От кого-кого такое слышать, только не от Поломарчика. Не было большего тугодума среди моих одноклассников, нежели Серёга Поломарчик. Он сдувал у меня всё, что только можно было списать, а уж сколько раз я выручал его подсказкою у доски, того и вовсе невозможно было упомнить. Вот гусь! Он, кажется, сейчас трудится курьером в службе занятости, точно этого сказать не могу, но Лёнька Мекшин некогда так его рекомендовал. Критически осмыслить услышанное я не желал, вот если бы на месте Поломарчика был Мекшин, тогда был бы какой-никакой резон прислушиваться. А Поломарчик… Я с досадой махнул рукой в его сторону.
– Кто играет туз бубен! – громко заорал Лёнька Мекшин, внезапно выскочив передо мной во весь свой богатырский рост, ловко поигрывая звонким баскетбольным мячом.
Я ему поначалу даже обрадовался. Конечно же, это был Мекшин, хотя его физиономия просматривалась плохо, но зато все движения и фигура читались чётко и ясно.
Он немного почеканил мячом и со всего маху бросил его в меня.
– Лови кеку, обалдуй! – взвизгнул Лёнька, чуть подавшись вперёд. Удара я не почувствовал, зато лицо моё обожгла колючая снежная пыль.

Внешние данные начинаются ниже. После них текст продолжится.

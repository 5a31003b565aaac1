"""The position scanner: the paths it finds are those of the standard library, each on its own line."""

import tomllib

import pytest
import tomlkit
from hypothesis import given, settings
from hypothesis import strategies as st

from retrofit.case.positions import key_lines

HARD = '''\
# a remark with [a.header] and key = 1
title = "plain" # a remark

"quoted.dot" = 'literal # no remark'
a."b c".d = 1
"esc\\u0041pe" = 2
[ table . "sub.x" ] # blanks around the dots
text = """
[not.a.header]
fake = "quotes "" inside" \\"""
"""
literal = \'\'\'
[[nor.this]]
it's''\'\'\'
five = """two at the end: """""
list = [ "a]", # with ] in a string and a remark [
  2026-12-01 07:32:00, [1, [2, 3]],
  {x = 1, y.z = "}"}, ]
inline = { a = 1, "b.c" = { d = [ { e = 2 } ] } }

[[many]]
name = 1
[many.below]
x = 1
[[many.each]]
y = 1
[[many.each]]
y = 2
[[many]]
name = 2
[[many.each]]
y = 3

[later.deep]
x = 1
[later]
y = 2
'''


def paths_of(value, path=()):
    """Return every path of parsed TOML data: tables, keys and list items."""
    found = {path}
    if isinstance(value, dict):
        for key, item in value.items():
            found |= paths_of(item, (*path, key))
    elif isinstance(value, list):
        for index, item in enumerate(value):
            found |= paths_of(item, (*path, index))
    return found


@pytest.mark.parametrize("text", [HARD, HARD.replace("\n", "\r\n"), "", "\n", "# only a remark", "a = 1"])
def test_the_paths_found_are_those_of_the_standard_library(text):
    """Headers and keys inside strings are not found; every real one is."""
    assert set(key_lines(text)) == paths_of(tomllib.loads(text))


def test_each_path_has_the_line_it_stands_on():
    """Lines are counted from 1; a table's line is its header, also if a table below it came first."""
    lines = key_lines(HARD)
    text = HARD.split("\n")

    assert text[lines["title",] - 1].startswith("title")
    assert text[lines["quoted.dot",] - 1].startswith('"quoted.dot"')
    assert text[lines["a", "b c", "d"] - 1].startswith('a."b c".d')
    assert text[lines["escApe",] - 1].startswith('"esc')
    assert text[lines["table", "sub.x", "five"] - 1].startswith("five")
    assert text[lines["table", "sub.x", "list", 3, "y", "z"] - 1].startswith("  {x = 1")
    assert text[lines["table", "sub.x", "inline", "b.c", "d", 0, "e"] - 1].startswith("inline")
    assert text[lines["many", 1, "each", 0, "y"] - 1] == "y = 3"
    assert text[lines["later",] - 1] == "[later]"


def test_windows_line_ends_do_not_shift_lines():
    """The same file with CRLF has the same lines."""
    assert key_lines(HARD.replace("\n", "\r\n")) == key_lines(HARD)


KEYS = st.text("abZ09-_ .\"'\\#=[]é\t", min_size=1, max_size=6)
SCALARS = (
    st.integers(-(10**12), 10**12)
    | st.booleans()
    | st.floats(allow_nan=False, allow_infinity=False)
    | st.text("ab \"'\\#=[]{}\n,é", max_size=12)
    | st.datetimes()
    | st.dates()
    | st.times()
)
VALUES = st.recursive(
    SCALARS,
    lambda inner: st.lists(inner, max_size=3) | st.dictionaries(KEYS, inner, max_size=3),
    max_leaves=12,
)


@settings(deadline=None)
@given(data=st.dictionaries(KEYS, VALUES, max_size=5))
def test_the_paths_of_any_written_file_are_found(data):
    """Whatever a TOML writer makes of any data, the scanner finds exactly the parser's paths."""
    text = tomlkit.dumps(data)

    lines = key_lines(text)

    assert set(lines) == paths_of(tomllib.loads(text))
    assert all(1 <= line <= text.count("\n") + 1 for line in lines.values())


@given(
    keys=st.lists(st.from_regex(r"[a-z]{1,5}", fullmatch=True), unique=True, max_size=20),
    gap=st.integers(0, 3),
)
def test_every_key_stands_on_the_line_given(keys, gap):
    """With any number of empty lines between keys, the line given begins with the key."""
    text = ("\n" * (gap + 1)).join(f"{key} = '''\n{key} = 1'''" for key in keys)

    lines = key_lines(text)

    assert all(text.split("\n")[lines[key,] - 1] == f"{key} = '''" for key in keys)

– Бегать и прыгать, скакать-кувыркать, – не унимался Мекшин, запев дурным голосом какую-то незнакомую мне песню.
Лёнька был тихим и уравновешенным сотрудником нашего научно-исследовательского института, оттого увиденное поражало своей дикостью и абсурдом. Орущего и приплясывающего Мекшина невозможно было представить не только моему, но даже самому пылкому воображению, оттого это зрелище читалось как совершенный абсурд.

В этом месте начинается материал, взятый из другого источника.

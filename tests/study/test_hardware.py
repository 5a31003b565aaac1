"""The numbers of the hardware: each against a hand calculation or a property library, and what is missing named."""

from math import log10, pi, sqrt

import pytest
from CoolProp.CoolProp import PropsSI

from retrofit.properties import fluid
from retrofit.study import compare

KELVIN = 273.15
GAS = {"diameter": "60 mm", "length": "20 m", "fittings": "5 m", "riser": "4 m", "lowest_load": "30 %"}
FULL = {
    "plant": {
        "charge": "100 kg",
        "highest_ambient": "43 degC",
        "altitude": "0 m",
        "oil_changes": 2,
        "oil_left": "30 %",
    },
    "duty": {"evaporating": "-5 degC", "condensing": "40 degC", "subcooling": "3 K", "line_superheat": "5 K"},
    "compressor": {"rated_current": "100 A", "highest_suction": "5 degC"},
    "condenser": {"medium": "air", "inlet": "30 degC", "outlet": "35 degC", "arrangement": "crossflow"},
    "readings": {"current": "80 A"},
    "lines": {
        "suction": {**GAS, "diameter": "100 mm"},
        "discharge": GAS,
        "liquid": {"diameter": "40 mm", "length": "30 m", "riser": "6 m"},
    },
    "valve": {"kind": "thermostatic"},
    "receiver": {"volume": "150 l"},
    "controls": {
        "low_pressure_cut_out": "0.5 bar g",
        "rack_set_point": "1.4 bar g",
        "head_pressure": "8 bar g",
        "fan_steps": ["8 bar g", "9 bar g"],
    },
}


@pytest.fixture(scope="module")
def pure(case_with):
    """Return the entries of R134a and R1234yf, both pure, in a plant with everything given but an evaporator."""
    return compare(case_with("R134a", ["R1234yf"], **FULL)).entries


@pytest.fixture(scope="module")
def numbers(pure):
    """Return the numbers of R1234yf beside R134a."""
    return pure[1].hardware_numbers


def of(case_with, *path, existing="R134a", new="R1234yf"):
    """Return the numbers with a key, table.key or table.line.key, taken away."""
    tables = {name: dict(table) for name, table in FULL.items()}
    table = tables
    for name in path[:-1]:
        table[name] = dict(table[name])
        table = table[name]
    table[path[-1]] = None
    if path[0] == "lines":
        lines = {line: {k: v for k, v in keys.items() if v is not None} for line, keys in tables["lines"].items()}
        tables["lines"] = lines
    return compare(case_with(existing, [new], **tables)).candidates[0].hardware_numbers


def test_todays_refrigerant_beside_itself_changes_nothing(pure):
    """Old and new are one and every ratio is 1."""
    own = pure[0].hardware_numbers

    assert own.old == own.new
    assert (own.valve.fit, own.distributor.mass_flow_ratio) == pytest.approx((1.0, 1.0), rel=1e-12)
    assert own.current_A.new == own.current_A.old == 80.0
    assert all(item.p_Pa.old == item.p_Pa.new for item in own.settings)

Но его внезапная партия, вероятно, не предполагала полноценной увертюры, и невидимый дирижёр вслед за бессмысленным «скакать-кувыркать» взмахнул своей проворною палочкой, и из пятнистого светового полотна вырос следом Захар Шаболдин – мой вузовский однокурсник, человек довольно-таки странный, за все неполные наши шесть лет не сказавший в мою сторону ни единого слова.
– Позвольте, позвольте, – протестовал против чего-то Шаболдин, – но куда же в таком случае деть наше эго? Должны же существовать какие-либо различия, хотя бы в планах дальнейшего естественного отбора!
– О каком отборе ты говоришь? – поинтересовался я у Захара, но тот, по-видимому, меня не слышал и продолжать говорить с неведомым мне собеседником.
– То есть вы полагаете, что индивидуальность присуща исключительно медиафагам? Вот незадача! Тогда причём здесь механизм отрицательной сепарации?
– Заха-а-ар, – позвал я Шаболдина, – Захар, отзовись!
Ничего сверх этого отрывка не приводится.